## EXERCISE DIRECTIONS:
Write out the entries below exactly, from the first line to the one with "from tests.helpers import", both ends included.

## SOURCE MATERIAL:
=== Section Start ===

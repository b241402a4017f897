"""Hubbard observables against the two-site closed form and openfermion/scipy exact diagonalization."""

import numpy as np
import openfermion as of
import pytest

from hamiltonians.pauli import PauliExpansion
from hamiltonians.spec import parse_spec
from manybody.estimation.driver import estimate
from manybody.measure.ensembles import LocalEnsemble, ShallowEnsemble
from tests.helpers import chain, make_shadow, tfim_model, within

SPEC = '[lattice]\nkind = "{kind}"\nsize = {size}\nboundary = "open"\n[model]\nkind = "hubbard"\nt = {t}\nU = {U}\n'


def hubbard_model(kind, size, t, u):
    return parse_spec(SPEC.format(kind=kind, size=size, t=t, U=u), "hubbard.toml").build()


def half_filled_ground_state(fermion_hamiltonian, n_qubits):
    """Lowest state with n_qubits / 2 electrons: openfermion's number-sector restriction, numpy eigh."""
    full = of.get_sparse_operator(fermion_hamiltonian, n_qubits=n_qubits).toarray()
    index = of.jw_number_indices(n_qubits // 2, n_qubits)
    energies, vectors = np.linalg.eigh(full[np.ix_(index, index)])
    assert energies[1] - energies[0] > 1e-6  # a unique ground state in the sector
    psi = np.zeros(2**n_qubits, dtype=complex)
    psi[index] = vectors[:, 0]
    return energies[0], psi


def exact_values(psi, n_sites, bonds):
    """The same quantities from openfermion operators (its own Jordan-Wigner inside get_sparse_operator)."""
    nq = 2 * n_sites

    def ev(op):
        return np.vdot(psi, of.get_sparse_operator(op, n_qubits=nq) @ psi).real

    n = [[of.FermionOperator(((2 * i + s, 1), (2 * i + s, 0))) for i in range(n_sites)] for s in (0, 1)]
    charge = [n[0][i] + n[1][i] for i in range(n_sites)]
    sz = [0.5 * (n[0][i] - n[1][i]) for i in range(n_sites)]
    hop = [sum((of.FermionOperator(((2 * i + s, 1), (2 * j + s, 0))) + of.FermionOperator(((2 * j + s, 1), (2 * i + s, 0)))
                for s in (0, 1)), of.FermionOperator()) for i, j in bonds]
    return {"density": [[ev(n[s][i]) for i in range(n_sites)] for s in (0, 1)],
            "double_occupancy": [ev(n[0][i] * n[1][i]) for i in range(n_sites)],
            "charge_correlation": [[ev(charge[i] * charge[j]) for j in range(n_sites)] for i in range(n_sites)],
            "spin_correlation": [[ev(sz[i] * sz[j]) for j in range(n_sites)] for i in range(n_sites)],
            "hopping": [ev(h) for h in hop]}


@pytest.mark.parametrize("depth", [0, 1])
def test_dimer_double_occupancy_closed_form(depth):
    # Two-site Hubbard model at half filling: E0 = (U - sqrt(U^2 + 16 t^2))/2 (textbook result); by
    # Hellmann-Feynman, sum_i <n_iu n_id> = dE0/dU = (1 - U/sqrt(U^2 + 16 t^2))/2, the same on both sites.
    t, u = 1.0, 4.0
    model = hubbard_model("chain", "[2]", t, u)
    e0, psi = half_filled_ground_state(of.fermi_hubbard(2, 1, t, u, periodic=False), 4)
    root = np.sqrt(u**2 + 16 * t**2)
    assert abs(e0 - (u - root) / 2) < 1e-10
    ens = LocalEnsemble(4) if depth == 0 else ShallowEnsemble(4, depth, chain(4))
    result = estimate(make_shadow(psi, ens, 20000, seed=60 + depth), model, quantities=("hubbard", "energy"))
    ok, worst = within(result.double_occupancy.values, result.double_occupancy_err.values, (1 - u / root) / 4)
    assert ok, worst
    # Hellmann-Feynman in t: sum over bonds of the hopping = -dE0/dt = 8t/sqrt(U^2 + 16 t^2) (one bond)
    ok, worst = within(result.hopping.values, result.hopping_err.values, 8 * t / root)
    assert ok, worst
    # the pieces add up to the energy snapshot by snapshot: -t hopping + U double occupancy (mu = 0)
    parts = -t * result.hopping.sum() + u * result.double_occupancy.sum()
    assert abs(float(parts - result.energy)) < 1e-9 * (1 + abs(float(result.energy)))


def test_two_by_two_cluster_against_exact_diagonalization():
    t, u = 1.0, 4.0
    model = hubbard_model("square", "[2, 2]", t, u)
    reference = of.fermi_hubbard(2, 2, t, u, periodic=False)  # sites x + 2 y, spin orbital 2i + s
    assert np.allclose(model.hamiltonian.to_dense(), of.get_sparse_operator(reference, n_qubits=8).toarray())
    _, psi = half_filled_ground_state(reference, 8)
    result = estimate(make_shadow(psi, LocalEnsemble(8), 30000, seed=71), model, quantities=("hubbard",))
    bonds = list(zip(result.bond_site_a.values.tolist(), result.bond_site_b.values.tolist()))
    assert sorted(tuple(sorted(b)) for b in bonds) == [(0, 1), (0, 2), (1, 3), (2, 3)]
    truth = exact_values(psi, 4, bonds)
    for name, value in truth.items():
        ok, worst = within(result[name].values, result[name + "_err"].values, value, blocks=20)
        assert ok, (name, worst)
    assert result.density.dims == ("spin", "site") and list(result.spin.values) == ["up", "down"]
    assert result.spin_correlation.dims == ("site_a", "site_b")


def test_not_built_for_spin_models():
    n = 4
    psi = np.zeros(2**n)
    psi[0] = 1.0
    result = estimate(make_shadow(psi, LocalEnsemble(n), 200, seed=1), tfim_model(n), quantities=("hubbard",))
    assert "double_occupancy" not in result


def test_pauli_forms_of_the_densities():
    # Jordan-Wigner: n_a = (1 - Z_a)/2 (Jordan and Wigner, Z. Phys. 47, 631 (1928); from memory)
    from manybody.estimation.accumulators.hubbard import hubbard_operators, linear_forms

    ops = hubbard_operators(2, [(0, 1)])["density"]
    forms = linear_forms([PauliExpansion.from_qubit_operator(of.jordan_wigner(op), 4) for op in ops], 4)
    const, lin, quad, codes, other = forms
    assert np.allclose(const, 0.5) and np.allclose(lin.toarray(), -0.5 * np.eye(4)[[0, 2, 1, 3]])
    assert quad.nnz == 0 and len(codes) == 0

=== Section End ===

## EXERCISE SOLUTION:
repository b241402a4017f897
"""Hubbard observables against the two-site closed form and openfermion/scipy exact diagonalization."""

import numpy as np
import openfermion as of
import pytest

from hamiltonians.pauli import PauliExpansion
from hamiltonians.spec import parse_spec
from manybody.estimation.driver import estimate
from manybody.measure.ensembles import LocalEnsemble, ShallowEnsemble
from tests.helpers import chain, make_shadow, tfim_model, within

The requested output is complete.